Our aim was to help the scientists build SciDB into their normal science workflows, with the assumption that the lessons learned from each case study would provide insight into how to create new technologies and environments for other data-intensive computing projects at NERSC,” says Yao.

“This is a really useful and exciting tool if you have a large array of data,” says Lisa Gerhardt, a physicist and NERSC User Consultant, who helped evaluate the usefulness of SciDB for high-energy physics analyses.

As a case study for high energy physics, Gerhardt worked with the LUX team to load the raw data collected from the instrument’s inaugural run in 2013. The LUX instrument was built to directly detect the faint interactions from galactic dark matter in the form of Weakly Interacting Massive Particles (WIMPS). In its initial data run, LUX collected 83 million events, containing 600 million pulses and wrote 32TB of raw data. Of this data, only 160 events survived basic analysis cuts for potential WIMP candidates.

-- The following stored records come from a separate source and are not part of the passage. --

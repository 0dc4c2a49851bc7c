using System.Globalization;
using System.Security.Cryptography;
using System.Text;
using GlobalFit.Physics.Files;

namespace GlobalFit.Engine.Runs;

/// <summary>Which observation file a run was fitted to: its size and the SHA-256 of its bytes, kept in the run folder as
/// <c>data.identity</c> so that <c>resume</c> and <c>catalogue</c> notice a file that was replaced or edited since.</summary>
/// <remarks>File layout (text, UTF-8, three lines):
/// <code>
/// globalfit data identity 1
/// size_bytes 123456789
/// sha256 &lt;64 lowercase hexadecimal digits&gt;
/// </code>
/// The digest is computed in one sequential pass over the file (about 0.1 s for a year of data at 5 s on a disk that
/// reads 1 GB/s), separate from the HDF5 read, which seeks.</remarks>
/// <param name="SizeBytes">Length of the file.</param>
/// <param name="Sha256">SHA-256 of its bytes, lowercase hexadecimal.</param>
public sealed record DataIdentity(long SizeBytes, string Sha256)
{
    /// <summary>The file's name inside a run folder.</summary>
    public const string FileName = "data.identity";

    private const string FirstLine = "globalfit data identity 1";

    /// <summary>The identity of the file at <paramref name="path"/>.</summary>
    /// <exception cref="InvalidInputException">The file cannot be read.</exception>
    public static DataIdentity Of(string path)
    {
        try
        {
            using var stream = new FileStream(path, FileMode.Open, FileAccess.Read, FileShare.Read, 1 << 20, FileOptions.SequentialScan);
            return new DataIdentity(stream.Length, Convert.ToHexStringLower(SHA256.HashData(stream)));
        }
        catch (Exception e) when (e is IOException or UnauthorizedAccessException)
        {
            throw new InvalidInputException(path, null, FileProblem.Describe(path, e), e);
        }
    }

    /// <summary>Records this identity in the run folder, replacing what was there.</summary>
    public void Write(RunFolderLayout layout)
    {
        ArgumentNullException.ThrowIfNull(layout);
        string text = string.Create(CultureInfo.InvariantCulture, $"{FirstLine}\nsize_bytes {SizeBytes}\nsha256 {Sha256}\n");
        AtomicFile.Write(layout.DataIdentityFile, overwrite: true, s => s.Write(Encoding.UTF8.GetBytes(text)));
    }

    /// <summary>The identity recorded in the run folder, or null for a run made before identities were recorded.</summary>
    /// <exception cref="InvalidInputException">The record is malformed (the line is named).</exception>
    public static DataIdentity? Read(RunFolderLayout layout)
    {
        ArgumentNullException.ThrowIfNull(layout);
        string path = layout.DataIdentityFile;
        if (!File.Exists(path)) return null;
        string[] lines = TextFile.ReadUtf8(path).Split('\n');
        if (lines.Length < 3 || lines[0] != FirstLine)
            throw new InvalidInputException(path, "line 1", $"is not a data identity record (expected the first line '{FirstLine}')");
        if (!lines[1].StartsWith("size_bytes ", StringComparison.Ordinal)
            || !long.TryParse(lines[1].AsSpan("size_bytes ".Length), NumberStyles.None, CultureInfo.InvariantCulture, out long size))
            throw new InvalidInputException(path, "line 2", "expected 'size_bytes N' with N a whole number");
        string digest = lines[2].StartsWith("sha256 ", StringComparison.Ordinal) ? lines[2]["sha256 ".Length..] : "";
        if (digest.Length != 64 || !digest.All(char.IsAsciiHexDigitLower))
            throw new InvalidInputException(path, "line 3", "expected 'sha256 ' and 64 lowercase hexadecimal digits");
        return new DataIdentity(size, digest);
    }

    /// <summary>Checks that <paramref name="dataPath"/> is still the file the run in <paramref name="layout"/> was fitted
    /// to.</summary>
    /// <param name="layout">The run.</param>
    /// <param name="dataPath">The observation file its configuration names.</param>
    /// <param name="acceptNewData">The user's explicit override (<c>--accept-new-data</c>): a different file is then
    /// only warned about.</param>
    /// <param name="warn">Receives warnings.</param>
    /// <returns>The file's identity now, for the caller to record when the run goes on with it.</returns>
    /// <exception cref="InvalidInputException">The file differs from the recorded one and the override was not given.</exception>
    public static DataIdentity Verify(RunFolderLayout layout, string dataPath, bool acceptNewData, Action<string> warn)
    {
        ArgumentNullException.ThrowIfNull(warn);
        var recorded = Read(layout);
        var current = Of(dataPath);
        if (recorded is null)
            warn($"{layout.Root} has no record of its data file's identity (made by an earlier version); {dataPath} is taken as its data");
        else if (recorded != current && acceptNewData)
            warn($"{dataPath} is not the file this run was fitted to ({Describe(recorded)}; now {Describe(current)}); going on with it as --accept-new-data asks");
        else if (recorded != current)
            throw new InvalidInputException(dataPath, null,
                $"is not the file this run was fitted to: the run recorded {Describe(recorded)}, the file now has {Describe(current)}; restore the original file, or pass --accept-new-data to go on with this one");
        return current;
    }

    private static string Describe(DataIdentity identity) =>
        string.Create(CultureInfo.InvariantCulture, $"{identity.SizeBytes} bytes, SHA-256 {identity.Sha256[..12]}…");
}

The data rate for the new dark matter run, which started in 2014, exceeds 250 TB/year.

Typically, analysis of this kind of data requires a researcher to search through about 1 million 10 MB files within a 10 TB dataset. If a WIMP candidate is spotted the researcher would save the candidate to another file. This process is slow and cumbersome, it took about a day at best to do this work and the analyses steps are difficult to share,” says Gerhardt. “But with the SciDB testbed at NERSC, the same search took 1.5 minutes from start to finish. This is a tremendous breakthrough because it allows researchers to ask more questions and spend more time doing science.”

Gerhardt notes that one of the greatest benefits of SciDB is that it makes parallel computing transparent to users. Once the SciDB interface is set up, researchers do not need to know anything about its configuration to run analysis. And since SciDB has a robust python and R interface—two programming languages that are widely used in scientific data analysis—this significantly lowers the threshold for using this tool.

Of the 10 SciDB use-case partnerships that the NERSC has initiated so far, there has been so much interest in continuing this work that NERSC deployed a dedicated set of nodes for this kind of analysis. These nodes currently serve as the backbone for the Metabolite Atlas web portal (https://metatlas.nersc.gov/) and will be one of the main analysis platforms for the LUX project.

We are in the process of putting together a broad software stack for enabling big data workloads, and scalable database technologies, like SciDB, are key for enhancing the productivity of our scientific users,” says Prabhat, who leads NERSC’s Data & Analytics Services Group. “Our partnership with Paradigm4 has been crucial to the evaluation and deployment of SciDB at NERSC.”